Она сжала мою руку, и только тут я заметил, что все это время держался за ее ладонь. И это казалось хорошо и правильно. Я мог бы всю жизнь вот так держаться за ее вымазанную рыбой руку, и это было куда лучше неуклюжего и ненужного поцелуя с Мирандой. Но я подумал: может, ей не совсем это удобно? И поэтому первым отодвинулся. И пошутил.
— Надо быть осторожнее, — сказал я, выпуская ее руку и кивком указывая на ближайшее пальмовое дерево с непременными зелеными гонадами, внутри которых, как мы знали, прятались камеры. — А то они решат, что мы теперь парочка.
Она тоже глянула на кокосы и сморщилась.
— Угу. Но насчет них, — она снова глянула на меня, — думаю, ты ошибаешься.
Как давно я не слышал подобных слов. Я даже растерялся на миг. «Президент Линкольн» наказал бы за подобную дерзость, Линк принял ее со смирением.
— В чем ошибаюсь?
— Я не думаю, что это «Остров любви». Я думаю, это «Остров сокровищ».
— Остров сокровищ?
— Ну да. Ты же все книги про потерпевших кораблекрушение читал. Наверное, и эту тоже?

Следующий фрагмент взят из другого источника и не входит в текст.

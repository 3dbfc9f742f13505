"""A surroundings temperature that changes during the run: measured (an ambient column) or fitted.

Newton's law of exchange (docs/REFERENCES.md: ISO1928) with a moving surroundings temperature
T_env(t) = T_e0 + e(t):
dT/dt = k(T_e0 + e(t) − T) + u + P(t)/C. Let w be e seen through the vessel's own exchange,
dw/dt = k(e − w) (any start value). Then X = T − w obeys dX/dt = k(T_e0 − X) + u + P(t)/C
exactly: a vessel in a steady room with the same release. So the readings minus w_k are reduced
by the steady-room machinery (``drift``, ``correction``) with the same k, and the corrected
change of X is the corrected change of T.

* measured: e(t) is the logged surroundings column (minus its mean). k is found by one search
  (variable projection) over the fore- and after-periods together: for each k the Newtonian
  drift of y − w_k is linear in (T_f, T_a, s_f) and is solved by least squares; the k with the
  smallest residual sum of squares wins.
* ramp (no ambient column): e(t) = β·(t − t_m), a room warming or cooling steadily; β enters
  linearly (one more column w1_k), k by the same search. Chosen over the steady-room model by
  the Akaike information criterion (docs/REFERENCES.md: AKAIKE1974), see ``ramp_preferred``
  for the margin. When it is not chosen but its β is significant (|β| > 2u(β)), the budget
  gets a row for the spread between the two (the fore- and after-period drifts disagree with
  a steady room).

w_k is computed exactly for e piecewise linear between readings:
w_{i+1} = a·w_i + e_{i+1} − a·e_i − m·(1 − a)/k, a = e^(−kΔ), m the slope of e over the step.
"""

from __future__ import annotations

import math
from dataclasses import dataclass

import numpy as np

from heatlog.reduce.drift import _design, _expo, design_stack, expo_rows, residual_sigma
from heatlog.solvers import minimize_bounded

#: Bound on how far the logged surroundings reading may lag what the vessel exchanges with
#: (probe time constant in still air plus the vessel wall): common practice, no source.
ENV_LAG_BOUND_S = 120.0
#: Seeded draws for the surroundings-noise row (Monte Carlo, docs/REFERENCES.md: JCGM101).
ENV_NOISE_DRAWS = 16
#: The drifting-room model is taken over the steady room only on strong evidence: an AIC lower
#: by more than this (stricter than the linear/Newtonian margin, since a ramp also soaks up
#: small misfits such as probe lag) and a drift of at least ``RAMP_MIN_K_PER_H`` (a room
#: steadier than 0.1 K/h counts as steady); both common practice, no source.
RAMP_AIC_MARGIN = 10.0
RAMP_MIN_K_PER_H = 0.1


def env_response(t: np.ndarray, e: np.ndarray, k: float) -> np.ndarray:
    """w with dw/dt = k(e − w), w(t₀) = 0, e linear between samples (exact)."""
    t = np.asarray(t, dtype=float)
    e = np.asarray(e, dtype=float)
    w = np.zeros_like(e)
    if e.size < 2:
        return w
    d = np.diff(t)
    a = np.exp(-k * d)
    c = _expo(k, d)  # (1 − a)/k, → Δ for k → 0
    m = np.diff(e) / d
    inc = e[1:] - a * e[:-1] - m * c
    # w_{i+1} = a_i w_i + inc_i with a_i = E_{i+1}/E_i, E_i = exp(−k(t_i − t₀)): so
    # w_n = E_n·Σ_{i<n} inc_i/E_{i+1}, one cumulative sum (no per-sample loop, no scipy.signal)
    span = k * float(t[-1] - t[0])
    if span < 600.0:  # exp(span) stays far from overflow
        rel = k * (t - t[0])
        w[1:] = np.exp(-rel[1:]) * np.cumsum(inc * np.exp(rel[1:]))
        return w
    acc = 0.0
    for i in range(inc.size):
        acc = a[i] * acc + inc[i]
        w[i + 1] = acc
    return w


#: k values per stacked call of the grid search (keeps its temporaries small: common practice,
#: no source; 4 measured fastest in a fresh process, bench/bench_startup.py)
_GRID_CHUNK = 4


def env_responses(t: np.ndarray, e: np.ndarray, ks: np.ndarray) -> np.ndarray:
    """:func:`env_response` for every k of ``ks`` at once, one row each (the same arithmetic,
    element by element, so each row equals the single call)."""
    t = np.asarray(t, dtype=float)
    e = np.asarray(e, dtype=float)
    ks = np.asarray(ks, dtype=float)
    out = np.zeros((ks.size, e.size))
    if e.size < 2:
        return out
    fast = ks * float(t[-1] - t[0]) < 600.0
    for i in np.flatnonzero(~fast):  # the per-sample recursion, where exp(span) could overflow
        out[i] = env_response(t, e, float(ks[i]))
    if not fast.any():
        return out
    k = ks[fast][:, None]
    d = np.diff(t)
    a = np.exp(-k * d)
    c = expo_rows(ks[fast], d)
    m = np.diff(e) / d
    inc = e[1:] - a * e[:-1] - m * c
    rel = k * (t - t[0])
    out[fast, 1:] = np.exp(-rel[:, 1:]) * np.cumsum(inc * np.exp(rel[:, 1:]), axis=1)
    return out


def ramp_shape(t: np.ndarray) -> np.ndarray:
    """The room drift of the ramp model before its rate β: e = t − (t₀ + t_end)/2 (unit slope,
    zero in the middle of the log). The fit, its closed form and the budget rows share it."""
    t = np.asarray(t, dtype=float)
    return t - 0.5 * (t[0] + t[-1])


def ramp_responses(t: np.ndarray, ks: np.ndarray) -> np.ndarray:
    """:func:`env_responses` of :func:`ramp_shape` in closed form, one row per k:
    w = τ − E·(1 − k·e₀), τ = t − t₀, E = (1 − e^(−kτ))/k, e₀ the shape at t₀. Equal to the
    recursion to rounding (1e-10 of the largest |w| or better) with one exponential per reading
    instead of three: the ramp search (its grid and its refinement) uses it, the reported fit
    the recursion."""
    t = np.asarray(t, dtype=float)
    ks = np.asarray(ks, dtype=float)
    tau = t - t[0]
    lead = float(ramp_shape(t[[0, -1]])[0])  # e₀ (the shape needs only the two ends)
    return tau - expo_rows(ks, tau) * (1.0 - ks[:, None] * lead)


#: Largest condition number of a layer's normal equations (columns scaled to unit length) that
#: is solved as such: up to it the solution's relative rounding stays below about 1e-6, and the
#: residual sum of squares, computed from the residuals themselves, is exact to second order in
#: that; above it, or singular, the layer goes through the SVD (common practice, no source).
_NORMAL_COND_MAX = 1e10


def _rss_svd(j: np.ndarray, z: np.ndarray) -> np.ndarray:
    """:func:`_rss_stack` by SVD, as ``numpy.linalg.lstsq`` fits (singular values below
    ε·max(n, p) of the largest dropped)."""
    u, sv, _ = np.linalg.svd(j, full_matrices=False)
    keep = sv > np.finfo(float).eps * max(j.shape[-2:]) * sv[:, :1]
    coef = np.einsum("mnp,mn->mp", u, z) * keep
    r = z - np.einsum("mnp,mp->mn", u, coef)
    return np.einsum("mn,mn->m", r, r)


def _rss_stack(j: np.ndarray, z: np.ndarray) -> np.ndarray:
    """Residual sum of squares of the least-squares fit of each ``z[i]`` by the columns of
    ``j[i]`` (what ``numpy.linalg.lstsq`` gives one by one) for a whole grid in one call: the
    normal equations, solved with the columns scaled to unit length (an all-zero column, as the
    ramp's at k = 0, takes no part), the residuals then computed from their solution; layers
    that are badly conditioned (``_NORMAL_COND_MAX``) by SVD. Under half the SVD's time."""
    jt = np.swapaxes(j, 1, 2)
    g = jt @ j
    b = jt @ z[:, :, None]
    d = np.sqrt(np.diagonal(g, axis1=1, axis2=2))
    d = np.where(d > 0.0, d, 1.0)  # a zero column: its row and column of g are zero
    gs = g / (d[:, :, None] * d[:, None, :])
    eye = np.eye(j.shape[2], dtype=bool)
    gs[(np.diagonal(g, axis1=1, axis2=2) == 0.0)[:, :, None] & eye] = 1.0  # p = 0 there
    lam = np.linalg.eigvalsh(gs)
    good = lam[:, 0] * _NORMAL_COND_MAX > lam[:, -1]
    if not good.all():  # those layers by SVD
        out = _rss_svd(j, z)
        if good.any():
            out[good] = _rss_stack(j[good], z[good])
        return out
    p = np.linalg.solve(gs, b / d[:, :, None]) / d[:, :, None]
    r = z - (j @ p)[:, :, 0]
    return np.einsum("mn,mn->m", r, r)


@dataclass(frozen=True, eq=False)
class SurroundingsFit:
    """The exchange constant and the surroundings term found with it."""

    kind: str  # "measured" or "ramp"
    k_per_s: float
    w: np.ndarray  # w_k on the reduction's time base (subtract from the readings)
    beta_K_per_s: float = math.nan  # ramp only
    u_beta_K_per_s: float = math.nan
    rss: float = math.nan
    n: int = 0

    @property
    def aic(self) -> float:
        p = 5 if self.kind == "ramp" else 4
        return self.n * math.log(max(self.rss, 1e-300) / max(self.n, 1)) + 2 * p


def _k_grid(span: float) -> np.ndarray:
    """The k searched first: 0 and 30 values from 1e-3/span to 20/span, evenly in log k."""
    return np.concatenate([[0.0], np.geomspace(1e-3 / span, 20.0 / span, 30)])


def _k_search(rss_of, grid: np.ndarray, vals: np.ndarray) -> float:
    """k with the least RSS: the best point of the ``grid`` (RSS ``vals``), then Brent's
    minimiser between its grid neighbours."""
    i = int(np.argmin(vals))
    lo, hi = grid[max(i - 1, 0)], grid[min(i + 1, grid.size - 1)]
    if hi <= lo:
        return float(grid[i])
    k = minimize_bounded(rss_of, lo, hi, xatol=1e-12 + 1e-9 * grid[i])[0]
    return k if rss_of(k) <= vals[i] else float(grid[i])


def _fits(
    t: np.ndarray,
    y: np.ndarray,
    fore: np.ndarray,
    after: np.ndarray,
    env: np.ndarray | None,
    kinds: tuple[str, ...],
) -> list[SurroundingsFit]:
    """One fit per kind ("measured" with ``env``, "ramp", "steady") of the same periods: the
    k grid is worked through once for all of them (one design per k), then each kind's k is
    refined by its own search."""
    rows = np.concatenate([np.flatnonzero(fore), np.flatnonzero(after)])  # fore rows, then after
    ft, at = t[fore], t[after]
    t_f, t_a = float(ft.mean()), float(at.mean())
    yy = y[rows]
    span = max(at[-1] - ft[0], 1.0)
    e = ramp_shape(t) if env is None else np.asarray(env, dtype=float) - float(np.mean(env))

    def system(kind: str, k: float) -> tuple[np.ndarray, np.ndarray, np.ndarray]:
        j = _design("newtonian", k, ft, at, t_f, t_a)
        if kind == "steady":  # no surroundings term to compute
            return j, yy, np.zeros(t.size)
        w = env_response(t, e, k)
        if kind == "ramp":
            return np.column_stack([j, w[rows]]), yy, w
        return j, yy - w[rows], w

    def rss_chunk(ks: np.ndarray, kinds: tuple[str, ...] = kinds) -> dict[str, np.ndarray]:
        j = design_stack(ks, ft, at, t_f, t_a)
        z = np.broadcast_to(yy, (ks.size, yy.size))
        out = {}
        if "steady" in kinds:
            out["steady"] = _rss_stack(j, z)
        if "ramp" in kinds:
            ww = ramp_responses(t, ks)[:, rows]
            out["ramp"] = _rss_stack(np.concatenate([j, ww[:, :, None]], axis=2), z)
        if "measured" in kinds:
            out["measured"] = _rss_stack(j, z - env_responses(t, e, ks)[:, rows])
        return out

    def rss_of(kind: str, k: float) -> float:
        # the search refines the grid's own objective, so its values and the grid's compare
        return float(rss_chunk(np.array([k]), (kind,))[kind][0])

    grid = _k_grid(span)
    # a few k at a time: the stacked temporaries stay small enough to be reused, where a whole
    # grid's would be fresh memory (page faults) on every run
    chunks = [rss_chunk(grid[i : i + _GRID_CHUNK]) for i in range(0, grid.size, _GRID_CHUNK)]
    fits = []
    for kind in kinds:
        vals = np.concatenate([c[kind] for c in chunks])
        k = _k_search(lambda k, kind=kind: rss_of(kind, k), grid, vals)
        j, z, w = system(kind, k)
        p, *_ = np.linalg.lstsq(j, z, rcond=None)
        r = z - j @ p
        rss = float(r @ r)
        n = int(z.size)
        if kind == "measured":
            fits.append(SurroundingsFit("measured", k, w, rss=rss, n=n))
            continue
        if kind == "steady":
            fits.append(SurroundingsFit("steady", k, w, 0.0, 0.0, rss, n))
            continue
        s2 = residual_sigma(r, n - 5) ** 2
        try:
            cov = np.linalg.inv(j.T @ j) * s2
            u_beta = float(math.sqrt(max(cov[3, 3], 0.0)))
        except np.linalg.LinAlgError:
            u_beta = math.inf
        beta = float(p[3])
        fits.append(SurroundingsFit("ramp", k, beta * w, beta, u_beta, rss, n))
    return fits


def fit_surroundings(
    t: np.ndarray,
    y: np.ndarray,
    fore: np.ndarray,
    after: np.ndarray,
    env: np.ndarray | None,
    ramp: bool = True,
) -> SurroundingsFit:
    """k (and β for a ramp) from the fore- and after-periods (boolean masks on ``t``).

    ``env`` is the logged surroundings temperature on ``t`` (measured kind); ``None`` fits the
    ramp model, or with ``ramp=False`` the steady room (for the AIC comparison on the same data).
    """
    kind = "measured" if env is not None else "ramp" if ramp else "steady"
    return _fits(t, y, fore, after, env, (kind,))[0]


def fit_rooms(
    t: np.ndarray, y: np.ndarray, fore: np.ndarray, after: np.ndarray
) -> tuple[SurroundingsFit, SurroundingsFit]:
    """The drifting-room (ramp) and the steady-room fit of the same periods, as
    :func:`fit_surroundings` gives each, sharing the k grid's designs."""
    ramp, steady = _fits(t, y, fore, after, None, ("ramp", "steady"))
    return ramp, steady


def ramp_preferred(ramp: SurroundingsFit, steady_aic: float) -> bool:
    """The stated criterion: the ramp model's AIC is lower by more than ``RAMP_AIC_MARGIN`` and
    the room drifts by at least ``RAMP_MIN_K_PER_H``."""
    return (
        ramp.aic < steady_aic - RAMP_AIC_MARGIN
        and abs(ramp.beta_K_per_s) * 3600.0 >= RAMP_MIN_K_PER_H
    )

Она поддразнивала меня, и я нисколько не обижался.
— Конечно читал.
— Итак… — Она сделала такой жест, как учитель, который подводит итоги и хочет, чтобы весь класс понял тему. — Таинственный остров, зарытый клад, крестик на карте…
— А камеры? — напомнил я.
— Ну да, нас снимают, — кивнула она. — Может быть, и правда телесериал сделают. Но я думаю, победителями станет не сладкая парочка, а те, кто найдут сокровище.

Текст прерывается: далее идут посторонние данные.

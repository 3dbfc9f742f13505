"""The box's heat-loss coefficient G (W/K): given, from an electrical calibration, or fitted.

The box, its contents and the sample are one lumped body of heat capacity C that loses heat to
its surroundings by Newton's law, C·dT/dt = P(t) − G·(T − T_env). G comes from

* a **steady state** with a heater of known power in the box: G = P/(T_ss − T_env);
* a **heating and cooling curve** with a logged heater power: integrating the balance gives
  C·(T − T(0)) = ∫P dt − G·∫(T − T_env) dt, linear in 1/C and G/C, so one least-squares fit yields
  both C and G (the semi-adiabatic calibration of the EN 196-9 / RILEM TC 119 / NT BUILD 388
  method family);
* a **cooling curve** (a run's tail or a separate cool-down with no heat released):
  T − T_env = ΔT₀·e^(−G·t/C). The fit uses the integrated form T(t) − T(t_a) = −k·∫(T − T_env)dt
  (k = G/C), which holds for a varying T_env too and needs no derivative of noisy data; with C
  known, G = k·C.

Pure: arrays and :class:`heatlog.gum.Input` in, frozen dataclasses out.
"""

from __future__ import annotations

import math
from dataclasses import dataclass

import numpy as np

from heatlog.errors import InputError, ReductionError
from heatlog.gum import Budget, Input, propagate

#: Fewest samples a curve fit accepts.
MIN_FIT_ROWS = 10


@dataclass(frozen=True)
class HeatLoss:
    """G in W/K with its standard uncertainty and where it came from.

    When G was found as k·C from a cooling fit, ``rate_per_s`` (k = G/C) and its uncertainty are
    kept, so the heat budget can carry k and C as the independent inputs (G and C are then
    correlated through C).
    """

    G_W_per_K: float
    u_G_W_per_K: float
    source: str
    rate_per_s: float | None = None
    u_rate_per_s: float | None = None
    budget: Budget | None = None

    def to_dict(self) -> dict[str, object]:
        out: dict[str, object] = {
            "G_W_per_K": self.G_W_per_K,
            "u_G_W_per_K": self.u_G_W_per_K,
            "source": self.source,
        }
        if self.rate_per_s is not None:
            out.update(rate_G_over_C_per_s=self.rate_per_s, u_rate_per_s=self.u_rate_per_s)
        if self.budget is not None:
            out["budget"] = self.budget.to_dict()
        return out


def _check_input(name: str, x: Input, *, positive: bool = True) -> None:
    if not math.isfinite(x.value) or (positive and x.value <= 0):
        raise InputError(f"{name} must be a positive number, got {x.value:g}")
    if not (math.isfinite(x.u) and x.u >= 0):
        raise InputError(f"the uncertainty of {name} must be zero or positive, got {x.u:g}")


def given_loss(G: Input) -> HeatLoss:
    """A heat-loss coefficient measured elsewhere (W/K). G = 0 means an ideal adiabatic box."""
    if not math.isfinite(G.value) or G.value < 0:
        raise InputError(f"the heat-loss coefficient must be zero or positive, got {G.value:g} W/K")
    _check_input("the heat-loss coefficient", G, positive=False)
    return HeatLoss(G.value, G.u, "given")


def steady_state_loss(power: Input, t_steady: Input, t_env: Input) -> HeatLoss:
    """G = P/(T_ss − T_env) from a heater of power P (W) holding the box at T_ss (°C).

    The two temperatures are taken as uncorrelated; if one probe read both, its offset cancels
    and this budget is conservative.
    """
    _check_input("the heater power", power)
    if not t_steady.value > t_env.value:
        raise InputError(
            f"the steady temperature ({t_steady.value:g} °C) must lie above the environment "
            f"({t_env.value:g} °C) with the heater on"
        )
    b = propagate(
        lambda P, T_ss, T_env: P / (T_ss - T_env),
        {"P": power, "T_ss": t_steady, "T_env": t_env},
        quantity="G = P/(T_ss − T_env)",
        unit="W/K",
    )
    return HeatLoss(b.value, b.u, "electrical calibration, steady state", budget=b)


def _cumtrapz(y: np.ndarray, t: np.ndarray) -> np.ndarray:
    """Cumulative trapezoid integral starting at 0 (vectorised)."""
    out = np.empty_like(y)
    out[0] = 0.0
    np.cumsum(0.5 * (y[1:] + y[:-1]) * np.diff(t), out=out[1:])
    return out


def _fit_arrays(
    time_s: np.ndarray, temp_C: np.ndarray, env_C: np.ndarray | float, what: str
) -> tuple[np.ndarray, np.ndarray, np.ndarray]:
    t = np.asarray(time_s, dtype=np.float64)
    y = np.asarray(temp_C, dtype=np.float64)
    env = np.broadcast_to(np.asarray(env_C, dtype=np.float64), t.shape)
    if t.size < MIN_FIT_ROWS:
        raise ReductionError(f"the {what} needs at least {MIN_FIT_ROWS} samples, got {t.size}")
    if np.any(np.diff(t) <= 0):
        raise InputError(f"the {what} needs strictly increasing time (one log segment)")
    return t, y, env


def _least_squares(x: np.ndarray, y: np.ndarray) -> tuple[np.ndarray, np.ndarray, float]:
    """Ordinary least squares y ≈ x·β: coefficients, their covariance and the residual rms."""
    beta, *_ = np.linalg.lstsq(x, y, rcond=None)
    resid = y - x @ beta
    dof = max(y.size - x.shape[1], 1)
    s2 = float(resid @ resid) / dof
    cov = s2 * np.linalg.inv(x.T @ x)
    return beta, cov, math.sqrt(s2)


@dataclass(frozen=True)
class CoolingFit:
    """k = G/C (1/s) from Newton's-law cooling between ``start_s`` and ``end_s``."""

    rate_per_s: float
    u_rate_per_s: float
    start_s: float
    end_s: float
    samples: int
    residual_K: float
    excess_start_K: float  # T − T_env at the start of the fit

    @property
    def time_constant_s(self) -> float:
        return 1.0 / self.rate_per_s

    def to_dict(self) -> dict[str, float | int | str]:
        return {
            "rate_G_over_C_per_s": self.rate_per_s,
            "u_rate_per_s": self.u_rate_per_s,
            "time_constant_h": self.time_constant_s / 3600.0,
            "start_s": self.start_s,
            "end_s": self.end_s,
            "samples": self.samples,
            "residual_rms_K": self.residual_K,
            "excess_at_start_K": self.excess_start_K,
            "model": "Newton's law, integrated form T(t) − T(t_a) = −k∫(T − T_env)dt",
        }


def cooling_fit(
    time_s: np.ndarray,
    temp_C: np.ndarray,
    env_C: np.ndarray | float,
    *,
    start_s: float | None = None,
    end_s: float | None = None,
) -> CoolingFit:
    """Fit k = G/C on a stretch with no heat released (see the module docstring).

    The fit is y = a − k·x with y = T, x = ∫(T − T_env)dt from ``start_s``; the intercept absorbs
    the noise of the first reading. Heat still released during the stretch (a cement's slow tail)
    biases k low; choose a start where the release has died away.
    """
    t, y, env = _fit_arrays(time_s, temp_C, env_C, "cooling fit")
    lo = t[0] if start_s is None else start_s
    hi = t[-1] if end_s is None else end_s
    sel = (t >= lo) & (t <= hi)
    if np.count_nonzero(sel) < MIN_FIT_ROWS:
        raise ReductionError(
            f"the cooling fit from {lo:g} s to {hi:g} s holds {np.count_nonzero(sel)} samples; "
            f"need {MIN_FIT_ROWS} — choose an earlier start"
        )
    ts, ys, es = t[sel], y[sel], env[sel]
    x = _cumtrapz(ys - es, ts)
    excess = float(ys[0] - es[0])
    if abs(x[-1]) == 0.0:
        raise ReductionError("the cooling fit's stretch stays at the environment temperature")
    design = np.column_stack([np.ones_like(x), -x])
    beta, cov, rms = _least_squares(design, ys)
    k, u_k = float(beta[1]), math.sqrt(float(cov[1, 1]))
    if not k > 0 or u_k > abs(k):
        raise ReductionError(
            f"the cooling fit gives k = {k:.3g} ± {u_k:.2g} 1/s (u, k=1): the stretch from {lo:g} s does "
            "not cool towards the environment (heat still released, or too little excess)"
        )
    return CoolingFit(k, u_k, float(ts[0]), float(ts[-1]), int(ts.size), rms, excess)


def loss_from_cooling(fit: CoolingFit, heat_capacity: Input) -> HeatLoss:
    """G = k·C with k from :func:`cooling_fit` and the box's heat capacity C (J/K)."""
    _check_input("the heat capacity", heat_capacity)
    b = propagate(
        lambda k, C: k * C,
        {
            "k": Input(fit.rate_per_s, fit.u_rate_per_s, "1/s", note="cooling fit"),
            "C": heat_capacity,
        },
        quantity="G = k·C",
        unit="W/K",
    )
    return HeatLoss(b.value, b.u, "cooling-curve fit", fit.rate_per_s, fit.u_rate_per_s, b)


@dataclass(frozen=True)
class HeatingCurveFit:
    """C (J/K) and G (W/K) from a heating and cooling curve with a logged heater power."""

    heat_capacity: Input
    loss: HeatLoss
    correlation: float  # between C and G from the fit alone
    residual_K: float
    samples: int

    def to_dict(self) -> dict[str, object]:
        return {
            "heat_capacity_J_per_K": self.heat_capacity.value,
            "u_heat_capacity_J_per_K": self.heat_capacity.u,
            "loss": self.loss.to_dict(),
            "correlation_C_G": self.correlation,
            "residual_rms_K": self.residual_K,
            "samples": self.samples,
        }


def heating_curve_fit(
    time_s: np.ndarray,
    temp_C: np.ndarray,
    env_C: np.ndarray | float,
    power_W: np.ndarray,
    *,
    u_power_rel: float = 0.0,
) -> HeatingCurveFit:
    """C and G from T(t) while a heater of logged power P(t) (W, 0 when off) heats the box.

    Fits T − T(0) = a·∫P dt − b·∫(T − T_env)dt + c with a = 1/C, b = G/C; then C = 1/a, G = b/a.
    ``u_power_rel`` is the relative standard uncertainty of the power's scale; it scales C and G
    alike and is added to both in quadrature.
    """
    t, y, env = _fit_arrays(time_s, temp_C, env_C, "heating-curve fit")
    p = np.asarray(power_W, dtype=np.float64)
    if p.shape != t.shape or not np.all(np.isfinite(p)) or np.any(p < 0):
        raise InputError("the heater power needs one finite, non-negative value per sample")
    energy = _cumtrapz(p, t)
    if energy[-1] <= 0:
        raise InputError("the heater power is zero throughout; nothing to calibrate with")
    loss_int = _cumtrapz(y - env, t)
    design = np.column_stack([energy, -loss_int, np.ones_like(t)])
    beta, cov, rms = _least_squares(design, y - y[0])
    a, b = float(beta[0]), float(beta[1])
    if not (a > 0 and b > 0):
        raise ReductionError(
            f"the heating-curve fit gives 1/C = {a:.3g}, G/C = {b:.3g}; both must be positive — "
            "log longer, with the heater both on and off"
        )
    c_val, g_val = 1.0 / a, b / a
    # Jacobians of C = 1/a and G = b/a with respect to (a, b).
    jc = np.array([-1.0 / a**2, 0.0])
    jg = np.array([-b / a**2, 1.0 / a])
    sub = cov[:2, :2]
    var_c, var_g = float(jc @ sub @ jc), float(jg @ sub @ jg)
    corr = float(jc @ sub @ jg) / math.sqrt(var_c * var_g) if var_c > 0 and var_g > 0 else 0.0
    u_c = math.hypot(math.sqrt(var_c), u_power_rel * c_val)
    u_g = math.hypot(math.sqrt(var_g), u_power_rel * g_val)
    loss = HeatLoss(g_val, u_g, "electrical calibration, heating and cooling curve")
    return HeatingCurveFit(
        Input(c_val, u_c, "J/K", note="heating-curve fit"), loss, corr, rms, int(t.size)
    )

Мне, честно, до той минуты и в голову не приходило, что от острова может быть какая-то выгода. Как же я протупил, никогда себя таким идиотом не чувствовал. Рвался в президенты и упустил главное, с чем ассоциируется таинственный остров. Сокровище!
— Почему ты так думаешь?
— Ключи, — ответила она. — Странности всякие. Это не просто реалити-шоу, где людям предоставляют вести себя естественно. Нами манипулируют. Например, я уверена, что нас каким-то образом отобрали.
— Как это?
— Присмотрись. Я ведь не совсем шутила, когда назвала нас клубом «Завтрак». Точно такое же распределение ролей.
Я не знал этого фильма.
— Извини, можешь растолковать подробнее?
— В клубе «Завтрак» группу детей задерживают в школе. Но главное — в той группе имеется ровно по одному представителю каждого типа: чирлидерша, качок, бунтарь, эмо и… — Она со значением посмотрела на меня. — Ботан. Не может же быть, что, кроме нас, никто в Осни не подавал заявку в летний лагерь.